1829 est une année charnière dans la chronologie des travaux de Nicéphore Niépce. Après avoir travaillé seul durant plus de dix ans à la mise au point de l’héliographie, il partage son secret en s’associant avec Louis Jacques Mandé Daguerre, peintre parisien et grand spécialiste de l’optique. Le 14 décembre 1829, les deux hommes signent à Chalon-sur-Saône un traité provisoire d’association, conclu pour dix ans, et par lequel Daguerre se voit chargé de perfectionner la découverte de Nicéphore. Tandis que le chalonnais rédige une nouvelle version de sa Notice sur l’héliographie, le parisien apporte quant à lui ses compétences en matière d’optique afin de construire une chambre noire perfectionnée, adaptée aux besoins de l’héliographie. Dans les années qui suivent, les deux associés travaillent à distance, se tenant respectivement informés de leurs essais par de longues lettres dont ils protègent le contenu à l’aide d’un code secret. Bien que censé améliorer l’optique de la chambre noire, Daguerre se passionne pour l’héliographie et concentre plutôt ses efforts sur la chimie du procédé. S’il est conscient que l’invention de Niépce est révolutionnaire, il considère également qu’elle restera commercialement inexploitable tant que « l’effet » (la formation de l’image sur la surface sensible) ne pourra être obtenu en un temps très court.

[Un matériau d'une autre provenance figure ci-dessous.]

"""Tests for polytropic compression and expansion (components/gas/processes.py)."""

import numpy as np
import pytest
from scipy.optimize import brentq

from bypassopt.components.gas.processes import expansion_from_work, polytropic_compression
from bypassopt.components.gas.thermo import CaloricallyPerfectGas, ThermallyPerfectGas

SEED = 20240611

# Closed-form calorically perfect relations; the exit temperature comes from a Newton inverse (1e-13).
RTOL_EXACT = 1e-12
# Field-reference 3.2 prints efficiencies with 5 decimals: half a unit of the last digit.
ATOL_EFF_TABLE = 5e-6
# Field-reference 3.2 thermally perfect temperatures are printed with 3 decimals (K) and the work with
# 3 decimals (kJ/kg), i.e. at most 1.5e-6 relative rounding.
RTOL_TPG_TABLE = 5e-6
# Round trips through two Newton inverses.
RTOL_ROUND_TRIP = 1e-11
# Analytic derivatives vs complex step.
RTOL_DERIV = 1e-10
CS_STEP = 1e-30


@pytest.fixture(scope="module")
def tpg():
    return ThermallyPerfectGas(hc_ratio=1.92)


def _cpg(gamma, R=287.05287):
    return CaloricallyPerfectGas(cp=R * gamma / (gamma - 1.0), gamma=gamma)


def _eta_c_closed_form(pr, e, g):
    """Constant-gamma compressor isentropic efficiency from polytropic efficiency (field-reference 3.1)."""
    return (pr ** ((g - 1.0) / g) - 1.0) / (pr ** ((g - 1.0) / (g * e)) - 1.0)


def _eta_t_closed_form(er, e, g):
    """Constant-gamma turbine isentropic efficiency from polytropic efficiency (field-reference 3.1)."""
    return (1.0 - er ** (-e * (g - 1.0) / g)) / (1.0 - er ** (-(g - 1.0) / g))


# -------------------------------------------------------------------------------------------------
# Calorically perfect gas: closed forms
# -------------------------------------------------------------------------------------------------

def test_cpg_compression_temperature_ratio():
    """Source: textbook constant-gamma relation Tt_out/Tt_in = PR^((g-1)/(g e)) (Saravanamuttoo et al.,
    Gas Turbine Theory; Walsh and Fletcher, Gas Turbine Performance - from memory, field-reference 3.1)."""
    rng = np.random.default_rng(SEED)
    for g in (1.4, 1.33):
        gas = _cpg(g)
        T1 = rng.uniform(200.0, 900.0, 20)
        pr = rng.uniform(1.0, 60.0, 20)
        e = rng.uniform(0.8, 1.0, 20)
        r = polytropic_compression(gas, T1, pr, e, 0.0)
        T2 = T1 * pr ** ((g - 1.0) / (g * e))
        np.testing.assert_allclose(r.Tt_out, T2, rtol=RTOL_EXACT)
        np.testing.assert_allclose(r.work, gas.cp * (T2 - T1), rtol=RTOL_EXACT)


# field-reference 3.2: (PR, e_poly, eta_c) at gamma = 1.4.
ETA_C_TABLE = [(1.5, 0.92, 0.91528), (1.45, 0.93, 0.92622), (20.0, 0.90, 0.85216), (40.0, 0.90, 0.83983),
               (40.0, 0.91, 0.85569)]


@pytest.mark.parametrize("pr, e, eta_ref", ETA_C_TABLE)
def test_cpg_compressor_isentropic_efficiency_field_reference(pr, e, eta_ref):
    """Source: field-reference 3.2 (textbook constant-gamma relation, Saravanamuttoo et al. / Walsh and
    Fletcher, from memory); the values also equal fluids.compressible.isentropic_efficiency (Couper, Penney
    and Fair, Chemical Process Equipment, 2009) to 5 digits according to field-reference 3.2."""
    gas = _cpg(1.4)
    T1 = 288.15
    actual = polytropic_compression(gas, T1, pr, e, 0.0)
    ideal = polytropic_compression(gas, T1, pr, 1.0, 0.0)
    eta = ideal.work / actual.work
    assert eta == pytest.approx(_eta_c_closed_form(pr, e, 1.4), rel=RTOL_EXACT)
    assert eta == pytest.approx(eta_ref, abs=ATOL_EFF_TABLE)
    assert eta < e  # field-reference 3.1: eta_c < e_c for compression


# field-reference 3.2: (ER, e_poly, eta_t) at gamma = 1.33.
ETA_T_TABLE = [(4.0, 0.90, 0.91476), (5.0, 0.91, 0.92545)]


@pytest.mark.parametrize("er, e, eta_ref", ETA_T_TABLE)
def test_cpg_turbine_isentropic_efficiency_field_reference(er, e, eta_ref):
    """Source: field-reference 3.1/3.2 constant-gamma turbine relations (textbook, from memory):
    T2/T1 = ER^(-e (g-1)/g), eta_t = (1 - ER^(-e(g-1)/g))/(1 - ER^(-(g-1)/g))."""
    g = 1.33
    gas = _cpg(g)
    T1 = 1500.0
    work = gas.cp * T1 * (1.0 - er ** (-e * (g - 1.0) / g))
    r = expansion_from_work(gas, T1, work, e, 0.0)
    assert r.expansion_ratio == pytest.approx(er, rel=RTOL_EXACT)
    assert r.Tt_out == pytest.approx(T1 * er ** (-e * (g - 1.0) / g), rel=RTOL_EXACT)
    work_s = gas.cp * T1 * (1.0 - er ** (-(g - 1.0) / g))
    eta = work / work_s
    assert eta == pytest.approx(_eta_t_closed_form(er, e, g), rel=RTOL_EXACT)
    assert eta == pytest.approx(eta_ref, abs=ATOL_EFF_TABLE)
    assert eta > e  # field-reference 3.1: eta_t > e_t for expansion


# -------------------------------------------------------------------------------------------------
# Thermally perfect gas: field-reference 3.2 (computed there with the same NASA data via Cantera)
# -------------------------------------------------------------------------------------------------

# (T1, PR, e, T2s, T2, eta_c, work kJ/kg)
COMPRESSION_TABLE = [(288.15, 40.0, 0.90, 801.530, 891.206, 0.84330, 634.970),
                     (288.15, 1.5, 0.92, 323.522, 326.792, 0.91529, 38.848),
                     (250.0, 50.0, 0.91, 745.967, 825.600, 0.85472, 600.273)]


@pytest.mark.parametrize("T1, pr, e, T2s, T2, eta_c, work_kj", COMPRESSION_TABLE)
def test_tpg_compression_field_reference(tpg, T1, pr, e, T2s, T2, eta_c, work_kj):
    """Source: field-reference 3.2 (variable-cp dry air, nasa_gas.yaml 4-species model, computed there)."""
    r = polytropic_compression(tpg, T1, pr, e, 0.0)
    rs = polytropic_compression(tpg, T1, pr, 1.0, 0.0)
    assert r.Tt_out == pytest.approx(T2, rel=RTOL_TPG_TABLE)
    assert rs.Tt_out == pytest.approx(T2s, rel=RTOL_TPG_TABLE)
    assert r.work / 1e3 == pytest.approx(work_kj, rel=RTOL_TPG_TABLE)
    assert rs.work / r.work == pytest.approx(eta_c, abs=ATOL_EFF_TABLE)


def test_tpg_turbine_field_reference(tpg):
    """Source: field-reference 3.2: frozen air, T1 = 1700 K, ER = 4, e = 0.90 -> T2s = 1220.806 K,
    T2 = 1262.780 K, eta_t = 0.91431 (computed there with Cantera nasa_gas.yaml)."""
    T1, er, e = 1700.0, 4.0, 0.90

    def work_for(eff):
        return brentq(lambda w: expansion_from_work(tpg, T1, w, eff, 0.0).expansion_ratio - er,
                      1e3, 1e6, xtol=1e-9, rtol=4 * np.finfo(float).eps)

    w = work_for(e)
    w_s = work_for(1.0)
    assert expansion_from_work(tpg, T1, w, e, 0.0).Tt_out == pytest.approx(1262.780, rel=RTOL_TPG_TABLE)
    assert expansion_from_work(tpg, T1, w_s, 1.0, 0.0).Tt_out == pytest.approx(1220.806, rel=RTOL_TPG_TABLE)
    assert w / w_s == pytest.approx(0.91431, abs=ATOL_EFF_TABLE)


def test_tpg_compression_entropy_function_relation(tpg):
    """Definition (field-reference 3.1): phi(T2) = phi(T1) + R ln(PR)/e and work = h(T2) - h(T1)."""
    rng = np.random.default_rng(SEED)
    T1 = rng.uniform(200.0, 900.0, 30)
    pr = rng.uniform(1.0, 30.0, 30)
    e = rng.uniform(0.85, 1.0, 30)
    far = rng.uniform(0.0, 0.05, 30)
    r = polytropic_compression(tpg, T1, pr, e, far)
    p1, p2 = tpg.properties(T1, far), tpg.properties(r.Tt_out, far)
    np.testing.assert_allclose(p2.phi - p1.phi, p1.R * np.log(pr) / e, rtol=RTOL_ROUND_TRIP,
                               atol=1e-9 * np.max(p1.R))
    np.testing.assert_allclose(r.work, p2.h - p1.h, rtol=RTOL_EXACT, atol=1e-9)


# -------------------------------------------------------------------------------------------------
# Expansion as the inverse of compression
# -------------------------------------------------------------------------------------------------

@pytest.mark.parametrize("model", ["tpg", "cpg"])
def test_expansion_inverts_isentropic_compression(model, tpg):
    """With e = 1 both processes are isentropic: expanding the compressed gas by the compression work
    returns to the inlet temperature at an expansion ratio equal to the pressure ratio."""
    gas = tpg if model == "tpg" else _cpg(1.4)
    rng = np.random.default_rng(SEED)
    T1 = rng.uniform(200.0, 800.0, 30)
    pr = rng.uniform(1.05, 40.0, 30)
    far = rng.uniform(0.0, 0.05, 30)
    c = polytropic_compression(gas, T1, pr, 1.0, far)
    x = expansion_from_work(gas, c.Tt_out, c.work, 1.0, far)
    np.testing.assert_allclose(x.Tt_out, T1, rtol=RTOL_ROUND_TRIP)
    np.testing.assert_allclose(x.expansion_ratio, pr, rtol=RTOL_ROUND_TRIP)
    # with e_c and e_t: phi(T2) - phi(T1) = R ln(PR)/e_c = e_t R ln(ER), so ER = PR^(1/(e_c e_t))
    e_c, e_t = 0.9, 0.88
    c = polytropic_compression(gas, T1, pr, e_c, far)
    x = expansion_from_work(gas, c.Tt_out, c.work, e_t, far)
    np.testing.assert_allclose(x.Tt_out, T1, rtol=RTOL_ROUND_TRIP)
    np.testing.assert_allclose(x.expansion_ratio, pr ** (1.0 / (e_c * e_t)), rtol=RTOL_ROUND_TRIP)


# -------------------------------------------------------------------------------------------------
# Derivatives vs complex step
# -------------------------------------------------------------------------------------------------

@pytest.mark.parametrize("model", ["tpg", "cpg"])
def test_compression_derivatives(model, tpg, check_derivatives_vs_complex_step):
    gas = tpg if model == "tpg" else _cpg(1.4)
    rng = np.random.default_rng(SEED)
    n = 6
    args = {"Tt_in": rng.uniform(220.0, 800.0, n), "pressure_ratio": rng.uniform(1.1, 30.0, n),
            "eff_poly": rng.uniform(0.85, 0.95, n), "far": rng.uniform(0.0, 0.05, n)}
    check_derivatives_vs_complex_step(lambda *a: polytropic_compression(gas, *a), args, ("Tt_out", "work"),
                                      rtol=RTOL_DERIV)


@pytest.mark.parametrize("model", ["tpg", "cpg"])
def test_expansion_derivatives(model, tpg, check_derivatives_vs_complex_step):
    gas = tpg if model == "tpg" else _cpg(1.33)
    rng = np.random.default_rng(SEED + 1)
    n = 6
    args = {"Tt_in": rng.uniform(1000.0, 2000.0, n), "work": rng.uniform(5e4, 4e5, n),
            "eff_poly": rng.uniform(0.85, 0.95, n), "far": rng.uniform(0.0, 0.05, n)}
    check_derivatives_vs_complex_step(lambda *a: expansion_from_work(gas, *a), args,
                                      ("Tt_out", "expansion_ratio"), rtol=RTOL_DERIV)


# -------------------------------------------------------------------------------------------------
# Bad input
# -------------------------------------------------------------------------------------------------

def test_bad_process_inputs(tpg):
    with pytest.raises(ValueError, match=r"compression pressure ratio = 0.9 is outside the valid range "
                                         r"\(from 1\)"):
        polytropic_compression(tpg, 300.0, 0.9, 0.9, 0.0)
    for e, shown in ((0.0, "0"), (1.1, "1.1")):
        with pytest.raises(ValueError, match=rf"polytropic efficiency = {shown} is outside the valid range "
                                             r"\(above 0 up to 1\)"):
            polytropic_compression(tpg, 300.0, 2.0, e, 0.0)
        with pytest.raises(ValueError, match=rf"polytropic efficiency = {shown} is outside the valid range"):
            expansion_from_work(tpg, 1500.0, 1e5, e, 0.0)
    with pytest.raises(ValueError, match=r"temperature from compressor exit entropy function = .* K is "
                                         r"outside the valid range \(from 200 up to 2400 K\)"):
        polytropic_compression(tpg, 800.0, 100.0, 0.9, 0.0)
    with pytest.raises(ValueError, match=r"temperature from turbine exit enthalpy = .* K is outside "
                                         r"the valid range \(from 200 up to 2400 K\)"):
        expansion_from_work(tpg, 500.0, 4e5, 0.9, 0.0)
    with pytest.raises(ValueError, match=r"temperature = 2500 K is outside the valid range"):
        expansion_from_work(tpg, 2500.0, 1e5, 0.9, 0.0)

En juin 1832, alors que Daguerre effectue son troisième séjour chez Nicéphore, les deux hommes mettent au point un nouveau procédé, différent de celui inventé par le chalonnais, auquel ils donnent le nom de Physautotype. Très enthousiastes, Daguerre et Niépce réalisent de nombreux essais et le peintre revient passer quelques jours en Bourgogne au mois de novembre 1832. Mais malgré d’intéressantes avancées, le procédé reste imparfait et la «promptitude» (la rapidité de l’effet) reste à améliorer. Les deux associés poursuivent donc leurs travaux et leurs échanges épistolaires mais le 5 juillet 1833, Nicéphore Niépce décède brutalement à l’âge de 68 ans sans avoir pu faire connaître au monde son extraordinaire invention.

après 1833

Bien qu’il ait été l’inventeur de la photographie et qu’il en ait envisagé les principales applications, Nicéphore Niépce mourut avant d’avoir pu faire connaître son extraordinaire découverte à ses contemporains. Ce n’est finalement que six ans plus tard, en 1839, que la photographie vit officiellement le jour sous la forme du daguerréotype, un procédé sur métal mis au point par Daguerre après la mort de Niépce.